The raw data contains a maximum of 31 days of betting data per player, therefore the analytic data set cannot be completely reproduced using the raw data alone, hence the original analytic data will be taken forward as opposed to an exactly replicated data set.

This means that as we cannot compute the measures exactly, the next best thing is to verify the accuracy of the clustering described in the paper, we can do this using the k_means functions from gamba's clustering module;

This next cell aims to recreate the k-means method described on page 3 of the paper, under the heading Statistical analysis;

standardised_measures_table = gb.measures.standardise_measures_table(original_analysis)

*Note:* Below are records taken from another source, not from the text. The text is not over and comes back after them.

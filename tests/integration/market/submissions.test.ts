import { eq } from "drizzle-orm";
import { beforeEach, describe, expect, it } from "vitest";
import type { Db } from "@/db/client";
import { findDraft } from "@/db/queries/work";
import { claims, jobs, submissions } from "@/db/schema";
import type { Actor } from "@/lib/auth/actor";
import type { DeskDocument } from "@/lib/contracts/desk";
import { AppError } from "@/lib/errors";
import { claimTask } from "@/lib/market/work/claimTask";
import { deskTask } from "@/lib/market/work/deskTask";
import { heartbeat, releaseClaim, saveDraft } from "@/lib/market/work/keepClaim";
import { documentHash, submitWork } from "@/lib/market/work/submitWork";
import { freshDb } from "@/tests/support/db";
import {
  bottles,
  classId,
  drawing,
  draftBatch,
  MINUTE_MS,
  openMarket,
  refusalOf,
  refusalText,
  START_MS,
  work,
  type Market,
} from "@/tests/support/market";

let db: Db;
let market: Market;
let annotator: Actor;
let claimId: string;
let bottle: string;
beforeEach(() => {
  db = freshDb();
  market = openMarket(db, { imageCount: 1, kMin: 2, kMax: 3 });
  [annotator] = market.annotators as [Actor];
  claimId = claimTask({ actor: annotator, nowMs: START_MS, batchId: market.batchId }).id;
  bottle = classId(db, market.batchId, "bottle");
});

const by = (minutes = 1) => ({ actor: annotator, nowMs: START_MS + minutes * MINUTE_MS, claimId });
const submit = (document: DeskDocument, activeSeconds = 50) =>
  submitWork({ ...by(), document, activeSeconds });
const all = () => db.select().from(submissions).all();

describe("a draft", () => {
  it("is kept under a rising version and given back to the desk", () => {
    expect(deskTask({ actor: annotator, claimId })).toMatchObject({ draft: null, draftVersion: 0 });
    const document = drawing(bottle, bottles());
    expect(saveDraft({ ...by(), document, version: 0 }).version).toBe(1);
    expect(saveDraft({ ...by(), document: drawing(bottle, []), version: 1 }).version).toBe(2);
    expect(deskTask({ actor: annotator, claimId })).toMatchObject({
      draft: { instances: [], dismissedProposalIds: [] },
      draftVersion: 2,
    });
  });

  it("saved by another tab in between is a conflict, and nothing is overwritten", () => {
    const mine = drawing(bottle, bottles());
    saveDraft({ ...by(), document: mine, version: 0 });
    const attempt = () => saveDraft({ ...by(), document: drawing(bottle, []), version: 0 });
    expect(refusalText(attempt)).toMatch(/another tab/);
    expect(findDraft(db, claimId)?.document).toEqual(mine);
  });

  it("extends the lease, and outlives it", () => {
    const { expiresAtMs } = saveDraft({ ...by(15), document: drawing(bottle, bottles()), version: 0 });
    expect(expiresAtMs).toBe(START_MS + 35 * MINUTE_MS);
    heartbeat(by(50)); // revived
    expect(deskTask({ actor: annotator, claimId }).draft?.instances).toHaveLength(3);
  });

  it("goes when the image is given back or handed in", () => {
    saveDraft({ ...by(), document: drawing(bottle, []), version: 0 });
    submit(drawing(bottle, bottles()));
    expect(findDraft(db, claimId)).toBeUndefined();
    const [, second] = market.annotators as [Actor, Actor];
    const other = claimTask({ actor: second, nowMs: START_MS, batchId: market.batchId }).id;
    const late = { actor: second, nowMs: START_MS, claimId: other };
    saveDraft({ ...late, document: drawing(bottle, []), version: 0 });
    releaseClaim(late);
    expect(findDraft(db, other)).toBeUndefined();
  });
});

describe("handing in", () => {
  it("keeps the drawing with its hash and ends the claim", () => {
    const document = drawing(bottle, bottles());
    const { submissionId } = submit(document);
    const stored = all().find((row) => row.id === submissionId);
    expect(stored).toMatchObject({ claimId, payCents: null, activeSeconds: 50 });
    expect(stored?.document).toEqual(document);
    expect(documentHash(stored?.document ?? drawing("", []))).toBe(stored?.sha256);
    expect(db.select().from(claims).get()).toMatchObject({ status: "submitted", slot: 1 });
  });

  it("said again with the same drawing is answered with the same submission", () => {
    const document = drawing(bottle, bottles());
    expect(submit(document)).toEqual(submit(structuredClone(document)));
    expect(all()).toHaveLength(1);
  });

  it("again with another drawing is a conflict, and the first stays", () => {
    submit(drawing(bottle, bottles()));
    expect(refusalText(() => submit(drawing(bottle, [])))).toMatch(/handed in already/);
    expect(refusalOf(() => saveDraft({ ...by(), document: drawing(bottle, []), version: 0 }))).toBe(
      "conflict",
    );
    expect(refusalOf(() => deskTask({ actor: annotator, claimId }))).toBe("conflict");
    expect(all()[0]?.document.instances).toHaveLength(3);
  });

  it("takes an empty drawing: somebody looked and found nothing", () => {
    expect(submit(drawing(bottle, [])).submissionId).toMatch(/^sub_/);
  });

  it("asks for the consensus with the last submission that is wanted, and once", () => {
    const settling = () =>
      db
        .select()
        .from(jobs)
        .where(eq(jobs.kind, "consensus.settle"))
        .all()
        .map((job) => job.payload);
    submit(drawing(bottle, bottles()));
    expect(settling()).toEqual([]);
    const [, second] = market.annotators as [Actor, Actor];
    work(market, second, bottles());
    expect(settling()).toEqual([{ imageId: market.imageIds[0] }]);
  });

  it("credits no more active time than the claim has existed", () => {
    submit(drawing(bottle, bottles()), 5000);
    expect(all()[0]?.activeSeconds).toBe(60);
  });
});

describe("a drawing that does not fit is refused with the shape named, and changes nothing", () => {
  const rope = () => classId(db, market.batchId, "rope");
  const base = () => drawing(bottle, bottles());
  const second = (change: Partial<DeskDocument["instances"][number]>): DeskDocument => {
    const document = base();
    const [first, other, ...rest] = document.instances;
    if (!first || !other) throw new Error("three bottles were drawn");
    return { ...document, instances: [first, { ...other, ...change }, ...rest] };
  };
  const outline = (...ring: [number, number][]) => ({ kind: "polygon" as const, rings: [ring] });

  it.each<[string, RegExp, () => DeskDocument]>([
    ["a class of no key", /class is not in the key/, () => second({ classId: "cls_none" })],
    [
      "a class of another batch",
      /class is not in the key/,
      () => second({ classId: classId(db, draftBatch(db, market.owner, market.teamId), "bottle") }),
    ],
    ["a box where the key wants an outline", /wants an outline/, () => second({ classId: rope() })],
    [
      "a box off the left edge",
      /leaves the image/,
      () => second({ shape: { kind: "box", box: [-5, 9, 20, 20] } }),
    ],
    [
      "a box off the bottom",
      /leaves the image/,
      () => second({ shape: { kind: "box", box: [9, 470, 20, 20] } }),
    ],
    [
      "an outline off the right edge",
      /leaves the image/,
      () => second({ classId: rope(), shape: outline([600, 10], [650, 10], [620, 60]) }),
    ],
    ["two shapes of one id", /same id/, () => second({ id: "shape-1" })],
    [
      "an outline without area",
      /no area/,
      () => second({ classId: rope(), shape: outline([10, 10], [50, 50], [90, 90]) }),
    ],
  ])("%s", (_what, why, make) => {
    const document = make();
    let caught: unknown;
    try {
      submit(document);
    } catch (error) {
      caught = error;
    }
    if (!(caught instanceof AppError)) throw new Error("the drawing was taken", { cause: caught });
    expect(caught.code).toBe("invalid");
    expect(caught.message).toMatch(/^Shape 2: /);
    expect(caught.message).toMatch(why);
    expect(Object.keys(caught.fields)).toEqual(["document/instances/1"]);
    expect(all()).toEqual([]);
    expect(db.select().from(claims).get()?.status).toBe("live");
  });

  it("but shapes that end on the edge are inside", () => {
    const edge = second({ shape: { kind: "box", box: [540, 380, 100, 100] } });
    expect(submit(edge).submissionId).toMatch(/^sub_/);
  });
});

clustered_data = gb.machine_learning.k_means(standardised_measures_table, clusters=4, data_only=True)

gb.machine_learning.describe_clusters(clustered_data)
n=378 n=110 n=13 n=29
cluster_centroid
intensity -0.369099 0.993864 0.979338 0.602167
frequency -0.406867 0.978256 0.850219 1.211546
variability -0.255534 0.142271 4.409441 0.814460
trajectory -0.022931 0.133540 -0.076290 -0.173440
sum_of_stakes -0.305971 0.143319 0.914156 3.034755
total_num_bets -0.320316 0.487507 0.046568 2.305120
average_bet_size -0.159732 -0.068494 3.206291 0.904531
duration -0.219289 0.532655 -0.159865 0.909564
net_loss -0.275880 0.066042 0.406459 3.163248
cluster 0.000000 1.000000 2.000000 3.000000

The random initialisation of the k-means algorithm means that it is unlikely to exactly reproduce any previous k-means clusters on the data. This is a problem for exact replication, but, we can be sure that the algorithm is being applied and that clusters are being identified based on the descriptions above.

Note: this can be fixed by seeding probabilistic algorithms in the future!

What to do with this information is the next question, and as the raw data to analytic data attempt above showed some discrepancies, it's impossible to exactly replicate this particular study (as with other types of probabilistic analyses).